We dislike the panorama roof in our van and have covered it, but that doesn't help you.
Hope someone will be able to suggest something for you.
Jan


----------



## cabby (May 14, 2005)

You are in luck Roger, Premier motorhomes in Chichester are Dealers of that Marque, a first class dealer very helpful.01243 210030. Do let us know how you get on please.


----------



## Drew (May 30, 2005)

Hi Jan, 

Drew wasn't having an off day yesterday, I believe that "Please and Thank You" is the polite way to go when asking for assistance, especially from a non member on a first posting.

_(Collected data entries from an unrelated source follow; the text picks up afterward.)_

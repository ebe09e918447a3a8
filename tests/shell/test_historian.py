"""The historian CSV reader: plant units to ours once, and every unusable file refused with its
file and line."""

from __future__ import annotations

from pathlib import Path

import numpy as np
import pytest

from sensor.errors import DataFileError
from sensor.samples import Severity
from sensor.shell.historian import read_historian_csv, status_code
from tests.synthetic import demo_setup, demo_site_and_zone


def _setups(_index: int):
    return demo_setup()


HEADER = (
    "timestamp,CR301.TT3011.PV,CR301.TT3011.PV.quality,CR301.TT3012.PV,CR301.AT3015.PV,"
    "CR301.AT3015.PV.quality,CR301.PHASE,CR301.BATCH_ID"
)
ROWS = [
    "2026-03-14T06:00:00.000Z,55.0,Good,50.0,,,3,B-0001",
    "2026-03-14T06:00:01.000Z,54.99,Good,50.0,13.2,Good,3,",
    "2026-03-14T06:00:02.000+00:00,54.98,UncertainLastUsableValue,49.9,13.1,BadSensorFailure,4,",
]


def _write(tmp_path: Path, rows, header=HEADER, name="batch.csv") -> Path:
    path = tmp_path / name
    path.write_text("# seed 1\n" + "\n".join([header, *rows]) + "\n", encoding="utf-8")
    return path


def test_reads_units_quality_phase_and_batch(tmp_path):
    site, _ = demo_site_and_zone()
    (batch,) = read_historian_csv(_write(tmp_path, ROWS), site, _setups)
    assert batch.batch == "B-0001"
    assert batch.samples == 3
    assert batch.lines.tolist() == [3, 4, 5]
    arrays = batch.arrays
    np.testing.assert_allclose(arrays.values[0], [328.15, 328.14, 328.13])
    np.testing.assert_allclose(arrays.values[2, 1:], [0.132, 0.131])  # g/100g -> kg/kg
    assert arrays.present[2].tolist() == [False, True, True]
    assert arrays.severities[0].tolist() == [Severity.GOOD, Severity.GOOD, Severity.UNCERTAIN]
    assert arrays.severities[2, 2] == Severity.BAD
    assert batch.phases == ("cool-to-seed", "cool-to-seed", "seed")
    assert arrays.seeded_phase.tolist() == [1, 1, 2]  # unseeded, unseeded, seeded
    assert np.diff(arrays.time_s).tolist() == [1.0, 1.0]


def test_batch_id_change_splits_the_file(tmp_path):
    site, _ = demo_site_and_zone()
    rows = [*ROWS, "2026-03-14T08:00:00Z,20.0,Good,19.0,5.0,Good,0,B-0002"]
    batches = read_historian_csv(_write(tmp_path, rows), site, _setups)
    assert [b.batch for b in batches] == ["B-0001", "B-0002"]
    assert [b.samples for b in batches] == [3, 1]


@pytest.mark.parametrize(
    ("rows", "line", "message"),
    [
        (
            [ROWS[0], ROWS[0]],
            4,
            r"timestamp 2026-03-14T06:00:00.000Z repeats the one on line 3",
        ),
        ([ROWS[1], ROWS[0]], 4, "goes backwards from the one on line 3"),
        ([ROWS[0].replace(".000Z", "")], 3, "not ISO 8601 with a UTC offset"),
        ([ROWS[0].replace("55.0", "hot")], 3, r"'CR301.TT3011.PV': 'hot' is not a number"),
        ([ROWS[1].replace(",Good,3", ",Fine,3")], 3, "'Fine' is not an OPC UA StatusCode name"),
        ([ROWS[0].replace(",3,B", ",42,B")], 3, "phase value '42' is not in the unit's"),
    ],
)
def test_bad_rows_are_refused_with_file_and_line(tmp_path, rows, line, message):
    site, _ = demo_site_and_zone()
    path = _write(tmp_path, rows)
    with pytest.raises(DataFileError, match=message) as caught:
        read_historian_csv(path, site, _setups)
    assert caught.value.line == line
    assert str(caught.value).startswith(f"{path}, line {line}: ")


def test_missing_tag_column(tmp_path):
    site, _ = demo_site_and_zone()
    header = HEADER.replace("CR301.TT3012.PV,", "")
    with pytest.raises(DataFileError, match=r"line 2: no column 'CR301.TT3012.PV'"):
        read_historian_csv(_write(tmp_path, [], header=header), site, _setups)


def test_file_of_another_site(tmp_path):
    site, _ = demo_site_and_zone()
    with pytest.raises(DataFileError, match="holds no unit's temperature tag"):
        read_historian_csv(
            _write(tmp_path, ["2026-03-14T06:00:00Z,1"], header="timestamp,X"), site, _setups
        )


def test_negative_concentration_goes_to_validation_not_to_the_file(tmp_path):
    site, _ = demo_site_and_zone()
    rows = [ROWS[0], ROWS[1].replace("13.2", "-1.0")]
    (batch,) = read_historian_csv(_write(tmp_path, rows), site, _setups)
    assert np.isnan(batch.arrays.values[2, 1])
    assert batch.arrays.present[2, 1]


def test_status_codes_by_name_and_number():
    assert status_code("") == 0
    assert status_code("BadSensorFailure") == 0x808C0000
    assert status_code("0x40900000") == 0x40900000
    with pytest.raises(KeyError):
        status_code("Dreadful")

As a seventy five year old fart I believe we are gradually loosing our manners. I am quite sure that most of us on here were brought up to say "Please and Thank You", I wonder how many of our Grandchildren or Great Grandchildren remember to use them? I know that I/we have to remind ours every time we see them.


----------



## JanHank (Mar 29, 2015)

Hi Drew,
This 72 year old `old biddy´ doesn´t agree with you :laugh:.
Yes I would also correct a child, or a family member, or a good friend, but not a stranger, especially one who needs help quite desperately, even I might omit saying please in a case like his.
When we first moved here lack of manners from the locals was quite striking to us, over the years we have got used to it and I would never dream of correcting them.
Poor old Roger probably thinks we are a lot of school teachers and will never appear at our doors again :frown2:

We all have our faults, well you lot do, I´m purrfect, lets forgive him for his eh?
Jan


----------



## LT Man (Nov 11, 2016)

Roger just wanted a bit advice and you have hijacked his post for a bit rant at each other.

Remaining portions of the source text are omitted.